# PROMPT
State how many lines of the entries below hold the word "within"; reply with nothing but the number.

# MATERIAL PROVIDED
/** The sampler itself, pausing (yield) after every step of the ensemble. */
function* ensembleSteps(
  logLikelihood: (parameters: readonly number[]) => number,
  options: EnsembleSamplerOptions,
): Generator<void, EnsembleRun, void> {
  const { p, walkers, steps, burnIn, seed } = validate(options);
  const uniform = mulberry32(seed);
  const gaussian = gaussianGenerator(mulberry32(seed ^ 0x5bd1e995));
  const mvFactor = options.multivariatePrior ? choleskyLower(options.multivariatePrior.covariance)! : null;
  const logPosteriorOf = (x: readonly number[]): number => {
    const prior =
      logPrior(x, options.bounds, options.gaussianPriors) +
      (mvFactor ? multivariateGaussianLog(x, options.multivariatePrior!, mvFactor) : 0);
    if (prior === -Infinity) return -Infinity;
    let like: number;
    try {
      like = logLikelihood(x);
    } catch {
      return -Infinity;
    }
    return Number.isFinite(like) ? like + prior : -Infinity;
  };

  // Start in a small ball around the initial point; redraw a walker until its posterior is finite.
  const positions: number[][] = [];
  const logP: number[] = [];
  for (let w = 0; w < walkers; w++) {
    let x: number[] = [];
    let lp = -Infinity;
    for (let tries = 0; tries < 1000 && lp === -Infinity; tries++) {
      x = options.initial.map((c, k) => {
        const [lo, hi] = options.bounds[k];
        return Math.min(hi, Math.max(lo, c + options.initialSpread[k] * gaussian()));
      });
      lp = logPosteriorOf(x);
    }
    if (lp === -Infinity) throw new PosteriorInputError('the posterior is zero everywhere near the starting point: no walker could start');
    positions.push(x);
    logP.push(lp);
  }

  const a = STRETCH_SCALE;
  const samples: number[][] = [];
  const logPosterior: number[] = [];
  // Per-walker traces of each parameter over the kept steps, for the diagnostics.
  const traces: Float64Array[][] = Array.from({ length: p }, () => Array.from({ length: walkers }, () => new Float64Array(steps)));
  let accepted = 0;
  const total = burnIn + steps;
  for (let step = 0; step < total; step++) {
    for (let w = 0; w < walkers; w++) {
      // Another walker j ≠ w, uniformly.
      let j = Math.floor(uniform() * (walkers - 1));
      if (j >= w) j++;
      // z from g(z) ∝ 1/√z on [1/a, a] (Goodman & Weare eq. 9) by inversion.
      const z = ((a - 1) * uniform() + 1) ** 2 / a;
      const xw = positions[w];
      const xj = positions[j];
      const proposal = xw.map((v, k) => xj[k] + z * (v - xj[k]));
      const lpNew = logPosteriorOf(proposal);
      const logAccept = (p - 1) * Math.log(z) + lpNew - logP[w];
      if (lpNew !== -Infinity && Math.log(uniform()) < logAccept) {
        positions[w] = proposal;
        logP[w] = lpNew;
        if (step >= burnIn) accepted++;
      }
    }
    if (step >= burnIn) {
      const s = step - burnIn;
      for (let w = 0; w < walkers; w++) {
        samples.push([...positions[w]]);
        logPosterior.push(logP[w]);
        for (let k = 0; k < p; k++) traces[k][w][s] = positions[w][k];
      }
    }
    yield;
  }

  const autocorrelationTime = traces.map((walkerTraces) => integratedAutocorrelationTime(walkerTraces));
  const rHat = traces.map((walkerTraces) => gelmanRubin(walkerTraces));
  const effectiveSamples = Math.min(...autocorrelationTime.map((tau) => (walkers * steps) / tau));
  const warnings: string[] = [];
  autocorrelationTime.forEach((tau, k) => {
    if (steps < MIN_CHAIN_OVER_TAU * tau)
      warnings.push(
        `parameter ${k + 1}: the chains are ${(steps / tau).toFixed(0)} autocorrelation times long (τ = ${tau.toFixed(1)} steps), fewer than ${MIN_CHAIN_OVER_TAU}: run more steps before trusting the intervals`,
      );
  });
  rHat.forEach((r, k) => {
    if (!(r <= MAX_R_HAT))
      warnings.push(
        `parameter ${k + 1}: the walkers disagree (R-hat ${r.toFixed(3)} > ${MAX_R_HAT}): they have not mixed; run more steps or a longer burn-in`,
      );
  });
  return {
    samples,
    logPosterior,
    walkers,
    steps,
    burnIn,
    seed,
    acceptanceFraction: accepted / (walkers * steps),
    autocorrelationTime,
    rHat,
    effectiveSamples,
    converged: warnings.length === 0,
    warnings,
  };
}

/**
 * Integrated autocorrelation time of one parameter from several walkers' traces: ρ(t) is the walker-averaged
 * autocovariance at lag t over the lag-0 one, τ(M) = 1 + 2 Σ_{t=1}^{M} ρ(t), and M is the smallest lag with
 * M ≥ 5 τ(M) (Sokal 1997). Returns at least 1.
 */
export function integratedAutocorrelationTime(traces: readonly ArrayLike<number>[]): number {
  const n = traces[0]?.length ?? 0;
  if (n < 2) return 1;
  const centred = traces.map((trace) => {
    let mean = 0;
    for (let i = 0; i < n; i++) mean += trace[i];
    mean /= n;
    const out = new Float64Array(n);
    for (let i = 0; i < n; i++) out[i] = trace[i] - mean;
    return out;
  });
  const autocovariance = (lag: number): number => {
    let sum = 0;
    for (const c of centred) for (let i = 0; i + lag < n; i++) sum += c[i] * c[i + lag];
    return sum / (centred.length * n);
  };
  const c0 = autocovariance(0);
  if (!(c0 > 0)) return 1;
  let tau = 1;
  for (let lag = 1; lag < n; lag++) {
    tau += (2 * autocovariance(lag)) / c0;
    if (lag >= SOKAL_WINDOW * tau) break;
  }
  return Math.max(1, tau);
}

/** Gelman–Rubin potential scale reduction factor √(V̂/W) with V̂ = (n−1)/n·W + B/n, walkers taken as chains. */
export function gelmanRubin(traces: readonly ArrayLike<number>[]): number {
  const m = traces.length;
  const n = traces[0]?.length ?? 0;
  if (m < 2 || n < 2) return NaN;
  const means = traces.map((t) => {
    let s = 0;
    for (let i = 0; i < n; i++) s += t[i];
    return s / n;
  });
  const grand = means.reduce((s, v) => s + v, 0) / m;
  const between = (n / (m - 1)) * means.reduce((s, v) => s + (v - grand) ** 2, 0);
  const within =
    traces.reduce((s, t, c) => {
      let v = 0;
      for (let i = 0; i < n; i++) v += (t[i] - means[c]) ** 2;
      return s + v / (n - 1);
    }, 0) / m;
  if (!(within > 0)) return between > 0 ? Infinity : 1;
  const pooled = ((n - 1) / n) * within + between / n;
  return Math.sqrt(pooled / within);
}

/** Sample quantile with linear interpolation between order statistics (Hyndman & Fan 1996, definition 7). */
export function quantile(sorted: readonly number[], probability: number): number {
  if (sorted.length === 0) return NaN;
  const h = (sorted.length - 1) * probability;
  const lo = Math.floor(h);
  const hi = Math.min(sorted.length - 1, lo + 1);
  return sorted[lo] + (h - lo) * (sorted[hi] - sorted[lo]);
}

/** Median, central 95 % interval, mean and standard deviation of one parameter's samples. */
export function summarise(values: readonly number[]): ParameterSummary {
  const sorted = [...values].sort((x, y) => x - y);
  const mean = values.reduce((s, v) => s + v, 0) / values.length;
  const variance = values.reduce((s, v) => s + (v - mean) ** 2, 0) / Math.max(1, values.length - 1);
  return {
    median: quantile(sorted, 0.5),
    lower95: quantile(sorted, 0.025),
    upper95: quantile(sorted, 0.975),
    mean,
    standardDeviation: Math.sqrt(variance),
  };
}

/**
 * Where the posterior and the linearised interval disagree, a plain-words sentence; null when they agree.
 * They disagree when either end of the 95 % interval moves by more than `tolerance` (default 10 %) of the
 * linearised half-width, i.e. when the χ² surface is not the parabola the standard error assumes.
 */
export function intervalDisagreement(
  label: string,
  unit: string,
  posterior: Pick<ParameterSummary, 'lower95' | 'upper95' | 'median'>,
  linearised: { lower95: number; upper95: number },
  tolerance = 0.1,
): string | null {
  const half = (linearised.upper95 - linearised.lower95) / 2;
  if (!(half > 0)) return null;
  const lowShift = (posterior.lower95 - linearised.lower95) / half;
  const highShift = (posterior.upper95 - linearised.upper95) / half;
  if (Math.abs(lowShift) <= tolerance && Math.abs(highShift) <= tolerance) return null;
  const fmt = (v: number) => v.toPrecision(5);
  const widthRatio = (posterior.upper95 - posterior.lower95) / (2 * half);
  const below = posterior.median - posterior.lower95;
  const above = posterior.upper95 - posterior.median;
  const shape =
    Math.abs(widthRatio - 1) > tolerance
      ? `the posterior interval is ${widthRatio > 1 ? `${((widthRatio - 1) * 100).toFixed(0)} % wider` : `${((1 - widthRatio) * 100).toFixed(0)} % narrower`} than the standard error suggests`
      : 'the posterior interval is shifted against the linearised one';
  const skew =
    Math.abs(above - below) > tolerance * (above + below)
      ? `; it is lopsided, reaching further toward ${above > below ? 'larger' : 'smaller'} values`
      : '';
  return `${label}: the posterior 95 % interval, ${fmt(posterior.lower95)} to ${fmt(posterior.upper95)} ${unit}, differs from the linearised one, ${fmt(linearised.lower95)} to ${fmt(linearised.upper95)} ${unit}: ${shape}${skew}. The χ² surface is not the parabola the standard error assumes; quote the posterior interval.`;
}

/**
 * Outline of the 95 % highest-posterior-density region of two parameters for drawing: the samples whose log
 * posterior lies above the 5 % quantile, and in each of `sectors` angular sectors around the median (in
 * coordinates scaled by the sample standard deviations) the one farthest out. Star-shaped regions (the usual
 * banana included) are traced faithfully; the outline goes once round.
 */
export function credibleRegionOutline(
  samples: readonly number[][],
  logPosterior: readonly number[],
  a = 0,
  b = 1,
  sectors = 72,
): Array<[number, number]> {
  if (samples.length < 10) return [];
  const sortedLp = [...logPosterior].sort((x, y) => x - y);
  const threshold = quantile(sortedLp, 0.05);
  const sa = summarise(samples.map((s) => s[a]));
  const sb = summarise(samples.map((s) => s[b]));
  const best: Array<{ r: number; point: [number, number] } | null> = new Array(sectors).fill(null);
  samples.forEach((s, i) => {
    if (logPosterior[i] < threshold) return;
    const u = (s[a] - sa.median) / sa.standardDeviation;
    const v = (s[b] - sb.median) / sb.standardDeviation;
    const angle = Math.atan2(v, u) + Math.PI;
    const sector = Math.min(sectors - 1, Math.floor((angle / (2 * Math.PI)) * sectors));
    const r = u * u + v * v;
    if (!best[sector] || r > best[sector]!.r) best[sector] = { r, point: [s[a], s[b]] };
  });
  return best.filter((x): x is { r: number; point: [number, number] } => x !== null).map((x) => x.point);
}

# YOUR RESPONSE
4